いよいよボニート観光ですが、その前にボニートの説明を。

 ボニートはその周辺一帯が複数の牧場主の土地となっており、各牧場主が自分の土地にある川や湖、鍾乳洞などを案内するようになっています。
 ボニートには30余りのアトラクションがありますが、その殆どは各牧場の持ち主が提供しています。
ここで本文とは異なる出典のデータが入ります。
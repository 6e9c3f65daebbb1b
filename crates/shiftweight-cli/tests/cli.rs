//! End-to-end tests of the `shiftweight` binary on small files in a temporary folder.
//!
//! The reference for every weight is the library itself called directly on the same numbers
//! (`LeastSquaresRatio::fit(...).source_weights`, `FittedRatio::ratio`): the command must be a
//! faithful door into it. The HTML report is checked with an independent strict XML parser
//! (roxmltree), which rejects any unbalanced or malformed markup.

use shiftweight::{FittedRatio, LeastSquaresRatio, MatrixView, RatioEstimator};
use std::fmt::Write as _;
use std::path::{Path, PathBuf};
use std::process::{Command, Output};

const BIN: &str = env!("CARGO_BIN_EXE_shiftweight");

fn run(args: &[&str], dir: &Path) -> Output {
    Command::new(BIN)
        .args(args)
        .current_dir(dir)
        .output()
        .expect("the binary runs")
}

fn stderr(o: &Output) -> String {
    String::from_utf8_lossy(&o.stderr).into_owned()
}

/// Small invented data (the demo scenario): source with an id and a label, target without label.
struct Data {
    names: Vec<String>,
    source: Vec<f64>,
    target: Vec<f64>,
    n_s: usize,
    n_t: usize,
    y: Vec<f64>,
}

fn data() -> Data {
    let d = shiftweight::demo::electricity(160, 120, 7);
    Data {
        names: d.feature_names.clone(),
        n_s: d.source.rows(),
        n_t: d.target.rows(),
        source: d.source.as_slice().to_vec(),
        target: d.target.as_slice().to_vec(),
        y: d.y_source,
    }
}

/// Writes a CSV with `id` (when ids is Some), the features and, optionally, a `kwh` label.
/// Values use Rust's shortest round-trip formatting, so they read back exactly.
fn write_csv(path: &Path, names: &[String], x: &[f64], ids: Option<&[String]>, y: Option<&[f64]>) {
    let d = names.len();
    let n = x.len() / d;
    let mut s = String::new();
    let mut header: Vec<String> = Vec::new();
    if ids.is_some() {
        header.push("id".into());
    }
    header.extend(names.iter().cloned());
    if y.is_some() {
        header.push("kwh".into());
    }
    s.push_str(&header.join(","));
    s.push('\n');
    for i in 0..n {
        let mut f: Vec<String> = Vec::new();
        if let Some(ids) = ids {
            f.push(ids[i].clone());
        }
        f.extend(x[i * d..(i + 1) * d].iter().map(|v| format!("{v}")));
        if let Some(y) = y {
            f.push(format!("{}", y[i]));
        }
        let _ = writeln!(s, "{}", f.join(","));
    }
    std::fs::write(path, s).unwrap();
}

fn ids(n: usize) -> Vec<String> {
    (0..n).map(|i| format!("house-{i:04}")).collect()
}

/// Reads a weights file: (keys if present, weights).
fn read_weights(path: &Path) -> (Option<Vec<String>>, Vec<f64>) {
    let text = std::fs::read_to_string(path).unwrap();
    let mut lines = text.lines();
    let header = lines.next().unwrap();
    let keyed = header.contains(',');
    let mut keys = Vec::new();
    let mut w = Vec::new();
    for l in lines {
        if keyed {
            let (k, v) = l.rsplit_once(',').unwrap();
            keys.push(k.to_string());
            w.push(v.parse().unwrap());
        } else {
            w.push(l.parse().unwrap());
        }
    }
    (keyed.then_some(keys), w)
}

fn library_weights(src: &[f64], n_s: usize, tgt: &[f64], n_t: usize, d: usize) -> FittedRatio {
    LeastSquaresRatio::new()
        .seed(0)
        .fit(
            MatrixView::new(src, n_s, d).unwrap(),
            MatrixView::new(tgt, n_t, d).unwrap(),
        )
        .unwrap()
}

struct Files {
    _tmp: tempfile::TempDir,
    dir: PathBuf,
}

fn setup(d: &Data) -> Files {
    let tmp = tempfile::tempdir().unwrap();
    let dir = tmp.path().to_path_buf();
    write_csv(
        &dir.join("source.csv"),
        &d.names,
        &d.source,
        Some(&ids(d.n_s)),
        Some(&d.y),
    );
    write_csv(&dir.join("target.csv"), &d.names, &d.target, None, None);
    Files { _tmp: tmp, dir }
}

#[test]
fn weigh_writes_the_library_weights_with_keys_and_a_loadable_model() {
    let d = data();
    let f = setup(&d);
    let o = run(
        &[
            "weigh",
            "--source",
            "source.csv",
            "--target",
            "target.csv",
            "--exclude",
            "kwh",
            "--key",
            "id",
            "--estimator",
            "lsif",
            "--out",
            "w.csv",
            "--model",
            "m.json",
            "--json",
            "r.json",
            "--report",
            "r.html",
        ],
        &f.dir,
    );
    assert!(o.status.success(), "{}", stderr(&o));
    let (keys, w) = read_weights(&f.dir.join("w.csv"));
    assert_eq!(
        keys.unwrap(),
        ids(d.n_s),
        "the key column is carried in source order"
    );
    let reference = library_weights(&d.source, d.n_s, &d.target, d.n_t, d.names.len());
    assert_eq!(
        w, reference.source_weights,
        "weights equal LeastSquaresRatio's for the same input"
    );

    let model =
        FittedRatio::from_json(&std::fs::read_to_string(f.dir.join("m.json")).unwrap()).unwrap();
    assert_eq!(model.meta.feature_names.as_deref(), Some(&d.names[..]));
    let x = MatrixView::new(&d.target, d.n_t, d.names.len()).unwrap();
    assert_eq!(
        model.ratio(x).unwrap(),
        reference.ratio(x).unwrap(),
        "the saved model gives the same ratios"
    );

    let json: serde_json::Value =
        serde_json::from_str(&std::fs::read_to_string(f.dir.join("r.json")).unwrap()).unwrap();
    assert_eq!(json["format"], "shiftweight.report");
    assert_eq!(json["weights"]["status"], "available");
    assert_eq!(json["weights"]["data"]["n"], d.n_s);
    assert_eq!(json["shift"]["status"], "not_available");
    check_html(&f.dir.join("r.html"));
}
環境保護のため人数制限がされていて、各箇所1グループ8名前後の単位で、必ずボニート市公認のガイドが同行しなければ観光することができません。時間も30分毎あけて出発するなどのルールがあります。
 また、個人客で各アトラクションの牧場に行って直接出向いても、その場で観光に参加ができないので要注意。必ず、ボニート市内の旅行会社でツアーの申し込みをして参加することが大切です。ただし、時間がない方は、日本出発前に予めツアーを組んで行く方がぐっと効率的です。

 ボニートの醍醐味の一つは、驚くほどに澄んだ川で泳ぐ魚を見たり、一緒に泳いだりすること。そのため、観光には水着と水中カメラは必須です。

 さて、水着を服の下に着て、初日のツアーに参加です。
 午前中はフォルモソ川で川下り
  ボートの船頭のガイドからボートの乗り方や途中急流・滝などを下る際の注意事項を聞いた後、ライフジャケットを着てゴムボートに乗り込みます。川下りは濡れるので、水着で行った方がよいでしょう。また、靴はビーチサンダルでも大丈夫ですが、できればウォーターシューズがあるとなお良いです。

 この日は、水が思ったほど澄んではいなかったのですが(残念)、静かで猿や鳥、魚の群れなどをみることができました。
 進んでいくと、いくつかの急流や滝をボートで下るところがあり、なかなかスリリング。同じボートに乗っている人たちで、きゃーと喜びながらの川下りです。
 途中、カヌーにのったお兄さんがデジタルカメラで、ボートに乗っている写真を撮ってくれるサービスがあります。ほかの動物達の画像なども入ったCDを作ってくれる(一枚 RS$35.00 =約 US$16.00 /2006年11月現在)ので、ちょっとしたお土産によいかも。
 川下りの最後、急流を過ぎて流れが緩やかになったあたりで、皆で川に飛び込み、水遊びです。水はちょっと冷ためですが、間近に魚を見ながらの川遊びは新鮮な感覚です。


ジャングルトレッキングと滝巡りツアー

 午前中の川下りツアー終了後、午後のミモソ川観光に向けて別の牧場へ移動。牧場では、薪でくべられたストーブ(FOGAO)の上にフェイジョン、フェイジョアーダ、パラグアイスープ(かぼちゃの煮込んだもの)、鶏、ポテト、川からひいてきた水で冷やされたサラダなど美味しそうなものばかり!飲物もコーヒーの他に温かいシナモンやクローブのお茶がおいてあり、川下りで冷えた体が温まります。
 昼食の後は、牛皮でつくったハンモックで一休み。これが、何とも言えず気持ちいいんですよ。

 ゆったりとランチをとり、体を十分に休めたら、午後の観光、ミモソ川観光です。
 ミモソ川観光は、ジャングルトレッキングをしながらいくつか滝を巡るツアー。ここでも水着&ウォーターシューズ着用で参加されることがお勧めです。
 コースの各ポイントで泳げますが、水の底が石灰水でかたまった石筍で、こまかい珊瑚の上を歩いているようにゴツゴツしています。素足で入るととても痛くて怪我をする場合もあるので、ウォーターシューズは用意したいところです。

 出発前にライフジャケットを貸してくれますが、ライフジャケットがなくても各ポイントにはプラスチックの堅い浮き輪があり、それを借りて泳ぐこともできます。

 滝を巡った帰り道、ジャングル全体を見渡せる展望台にいきました。目の前に広がる緑豊かなジャングルは、開放的な気分にさせてくれます。
 牧場に戻って、またまたおいしいお菓子とお茶、コーヒーなどをいただいて、この日の観光は終了です。


ボニートおすすめシーズン

 お勧めの季節は、水に入るアトラクションが多い夏時期(10月〜3月)です。
 ただ、夏時期は蚊がすごいので、虫除け及び日焼け止めは必ず必要。(なお、ブラジル観光局は黄熱病の予防接種も勧めてます)

 冬時期(6〜8月)の方が水は澄んでいるそうですが寒くて大変。
 また、人気の青の地底湖は、時期によって地底に日光が差し込むときがあります。時期は12月15日〜1月15日の朝の1時間ほど(9時前後)。光が差し込む幻想的な青の地底湖を見たい場合は、この時期がおすすめです。


ボニート豆知識

 ボニートの水は石灰水で硬質。軟水になれている日本人は、硬水を飲むとおなかをこわすことがあるので、川下りなどで水を飲み込まないよう注意が必要です。